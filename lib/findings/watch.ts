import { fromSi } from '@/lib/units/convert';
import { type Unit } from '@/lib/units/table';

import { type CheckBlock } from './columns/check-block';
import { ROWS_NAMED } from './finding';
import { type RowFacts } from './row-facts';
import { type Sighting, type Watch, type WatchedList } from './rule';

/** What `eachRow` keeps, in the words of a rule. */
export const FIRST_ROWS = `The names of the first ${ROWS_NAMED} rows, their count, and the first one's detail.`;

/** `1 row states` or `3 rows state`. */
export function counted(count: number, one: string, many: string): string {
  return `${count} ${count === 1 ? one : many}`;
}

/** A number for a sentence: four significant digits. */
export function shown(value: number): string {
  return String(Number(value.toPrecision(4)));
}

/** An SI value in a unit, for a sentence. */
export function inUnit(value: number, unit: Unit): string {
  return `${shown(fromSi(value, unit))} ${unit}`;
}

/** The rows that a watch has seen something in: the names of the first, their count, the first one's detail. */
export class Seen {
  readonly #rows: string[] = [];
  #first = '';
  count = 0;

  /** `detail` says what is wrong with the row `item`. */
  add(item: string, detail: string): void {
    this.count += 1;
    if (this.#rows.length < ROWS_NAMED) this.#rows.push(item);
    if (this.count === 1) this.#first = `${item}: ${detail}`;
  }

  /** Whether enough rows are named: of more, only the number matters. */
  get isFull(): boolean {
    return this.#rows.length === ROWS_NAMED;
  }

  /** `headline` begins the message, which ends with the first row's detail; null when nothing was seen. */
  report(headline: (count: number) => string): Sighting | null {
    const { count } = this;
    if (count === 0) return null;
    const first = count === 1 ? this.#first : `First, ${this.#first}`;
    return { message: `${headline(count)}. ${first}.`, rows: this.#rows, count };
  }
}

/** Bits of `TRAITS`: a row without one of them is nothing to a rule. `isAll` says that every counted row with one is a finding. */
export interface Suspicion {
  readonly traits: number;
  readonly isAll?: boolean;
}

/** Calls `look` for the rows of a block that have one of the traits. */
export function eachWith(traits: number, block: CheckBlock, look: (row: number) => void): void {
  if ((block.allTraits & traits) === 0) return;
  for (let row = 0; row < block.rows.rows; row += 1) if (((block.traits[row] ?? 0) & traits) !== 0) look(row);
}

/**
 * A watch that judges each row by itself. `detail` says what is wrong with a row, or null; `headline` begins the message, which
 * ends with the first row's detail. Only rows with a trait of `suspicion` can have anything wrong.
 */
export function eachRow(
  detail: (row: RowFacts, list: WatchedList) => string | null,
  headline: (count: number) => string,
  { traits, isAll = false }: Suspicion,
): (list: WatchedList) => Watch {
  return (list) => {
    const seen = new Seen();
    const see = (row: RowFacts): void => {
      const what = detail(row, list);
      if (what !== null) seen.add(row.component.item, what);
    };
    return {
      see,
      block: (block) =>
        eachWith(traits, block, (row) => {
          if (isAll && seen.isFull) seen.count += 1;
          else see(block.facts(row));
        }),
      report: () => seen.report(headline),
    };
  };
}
-*-*-
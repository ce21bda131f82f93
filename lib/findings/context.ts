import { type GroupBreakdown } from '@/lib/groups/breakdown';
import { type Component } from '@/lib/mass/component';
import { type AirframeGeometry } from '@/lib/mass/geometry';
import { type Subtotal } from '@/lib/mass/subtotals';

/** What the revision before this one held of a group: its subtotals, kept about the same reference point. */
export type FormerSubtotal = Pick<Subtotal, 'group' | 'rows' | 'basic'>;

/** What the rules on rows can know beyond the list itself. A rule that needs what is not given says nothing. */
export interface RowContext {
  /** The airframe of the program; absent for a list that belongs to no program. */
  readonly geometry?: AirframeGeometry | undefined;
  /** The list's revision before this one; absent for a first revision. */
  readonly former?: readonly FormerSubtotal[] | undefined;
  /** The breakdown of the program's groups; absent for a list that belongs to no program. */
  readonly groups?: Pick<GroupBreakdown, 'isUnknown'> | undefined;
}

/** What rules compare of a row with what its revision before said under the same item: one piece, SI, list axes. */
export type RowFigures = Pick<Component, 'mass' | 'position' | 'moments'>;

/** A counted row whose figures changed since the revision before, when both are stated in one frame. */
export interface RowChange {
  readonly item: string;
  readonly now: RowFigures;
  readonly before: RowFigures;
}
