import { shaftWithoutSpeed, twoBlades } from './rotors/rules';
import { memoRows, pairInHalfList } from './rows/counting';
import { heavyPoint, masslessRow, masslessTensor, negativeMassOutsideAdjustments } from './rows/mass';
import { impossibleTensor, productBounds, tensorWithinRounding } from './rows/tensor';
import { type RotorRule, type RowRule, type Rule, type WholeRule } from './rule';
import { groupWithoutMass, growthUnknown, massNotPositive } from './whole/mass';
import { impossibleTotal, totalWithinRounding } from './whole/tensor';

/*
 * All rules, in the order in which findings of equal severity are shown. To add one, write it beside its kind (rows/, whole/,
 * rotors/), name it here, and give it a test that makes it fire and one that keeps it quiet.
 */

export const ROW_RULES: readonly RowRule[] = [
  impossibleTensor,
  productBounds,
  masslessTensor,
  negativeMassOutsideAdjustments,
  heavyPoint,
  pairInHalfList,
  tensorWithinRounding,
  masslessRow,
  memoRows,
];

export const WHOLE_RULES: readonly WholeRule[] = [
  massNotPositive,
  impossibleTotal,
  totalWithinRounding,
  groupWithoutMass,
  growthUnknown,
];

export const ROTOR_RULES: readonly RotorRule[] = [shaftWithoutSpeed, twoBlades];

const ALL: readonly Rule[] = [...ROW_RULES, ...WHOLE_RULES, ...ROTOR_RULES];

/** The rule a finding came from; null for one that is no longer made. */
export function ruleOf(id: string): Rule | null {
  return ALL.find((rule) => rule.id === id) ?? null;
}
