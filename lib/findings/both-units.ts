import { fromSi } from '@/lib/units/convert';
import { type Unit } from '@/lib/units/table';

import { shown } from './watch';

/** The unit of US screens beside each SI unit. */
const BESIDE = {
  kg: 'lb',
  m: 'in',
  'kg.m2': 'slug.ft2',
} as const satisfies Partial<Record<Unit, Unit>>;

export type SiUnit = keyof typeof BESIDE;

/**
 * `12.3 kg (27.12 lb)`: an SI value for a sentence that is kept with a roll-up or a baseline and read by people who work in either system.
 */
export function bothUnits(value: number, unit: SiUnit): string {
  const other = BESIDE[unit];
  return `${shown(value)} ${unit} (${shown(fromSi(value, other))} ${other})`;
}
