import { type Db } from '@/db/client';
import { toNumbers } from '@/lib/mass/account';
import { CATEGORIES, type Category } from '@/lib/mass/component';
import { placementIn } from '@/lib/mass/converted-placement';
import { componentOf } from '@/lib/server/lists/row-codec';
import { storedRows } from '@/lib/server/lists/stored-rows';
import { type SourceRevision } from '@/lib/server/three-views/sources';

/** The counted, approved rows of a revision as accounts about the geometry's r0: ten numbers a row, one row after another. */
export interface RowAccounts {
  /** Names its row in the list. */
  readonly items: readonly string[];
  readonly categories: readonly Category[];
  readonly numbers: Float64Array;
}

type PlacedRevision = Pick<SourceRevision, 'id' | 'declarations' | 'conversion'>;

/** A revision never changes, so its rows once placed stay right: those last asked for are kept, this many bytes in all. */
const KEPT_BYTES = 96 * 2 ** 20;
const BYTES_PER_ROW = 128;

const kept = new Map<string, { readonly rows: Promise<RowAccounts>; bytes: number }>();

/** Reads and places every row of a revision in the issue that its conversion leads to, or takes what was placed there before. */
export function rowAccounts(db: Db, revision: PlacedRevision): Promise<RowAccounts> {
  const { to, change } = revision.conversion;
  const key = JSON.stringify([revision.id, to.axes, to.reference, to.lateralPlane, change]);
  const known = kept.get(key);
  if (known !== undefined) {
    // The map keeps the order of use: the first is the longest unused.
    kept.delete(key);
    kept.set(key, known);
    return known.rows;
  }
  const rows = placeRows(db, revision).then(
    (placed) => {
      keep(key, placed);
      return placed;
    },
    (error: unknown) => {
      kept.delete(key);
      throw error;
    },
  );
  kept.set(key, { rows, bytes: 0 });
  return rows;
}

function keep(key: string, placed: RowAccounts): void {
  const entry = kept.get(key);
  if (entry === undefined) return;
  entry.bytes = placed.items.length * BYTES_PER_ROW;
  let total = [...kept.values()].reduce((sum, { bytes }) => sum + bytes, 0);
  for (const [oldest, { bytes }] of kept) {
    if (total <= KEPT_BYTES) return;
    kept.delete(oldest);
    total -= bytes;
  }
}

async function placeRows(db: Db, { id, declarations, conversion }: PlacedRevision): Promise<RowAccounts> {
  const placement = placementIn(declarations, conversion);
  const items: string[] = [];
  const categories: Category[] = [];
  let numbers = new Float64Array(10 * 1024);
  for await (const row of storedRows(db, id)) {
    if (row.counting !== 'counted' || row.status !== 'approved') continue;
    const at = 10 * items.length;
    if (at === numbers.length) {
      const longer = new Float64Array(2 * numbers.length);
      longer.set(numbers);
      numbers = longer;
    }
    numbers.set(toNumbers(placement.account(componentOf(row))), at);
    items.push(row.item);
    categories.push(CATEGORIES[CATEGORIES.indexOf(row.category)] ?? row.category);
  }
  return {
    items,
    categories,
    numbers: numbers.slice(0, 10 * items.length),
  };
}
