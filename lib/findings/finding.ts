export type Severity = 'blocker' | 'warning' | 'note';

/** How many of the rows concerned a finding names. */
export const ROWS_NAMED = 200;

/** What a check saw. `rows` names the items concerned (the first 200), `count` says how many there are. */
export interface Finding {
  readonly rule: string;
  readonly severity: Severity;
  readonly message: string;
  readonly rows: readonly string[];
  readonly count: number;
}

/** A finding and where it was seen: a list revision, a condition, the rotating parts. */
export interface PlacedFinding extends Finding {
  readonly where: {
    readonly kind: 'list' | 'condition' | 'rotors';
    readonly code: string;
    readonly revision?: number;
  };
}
-*-*-
The lines to return are those in the entries above that include "reference".

*Task response:*
/** What the revision before this one held of a group: its subtotals, kept about the same reference point. */
  const key = JSON.stringify([revision.id, to.axes, to.reference, to.lateralPlane, change]);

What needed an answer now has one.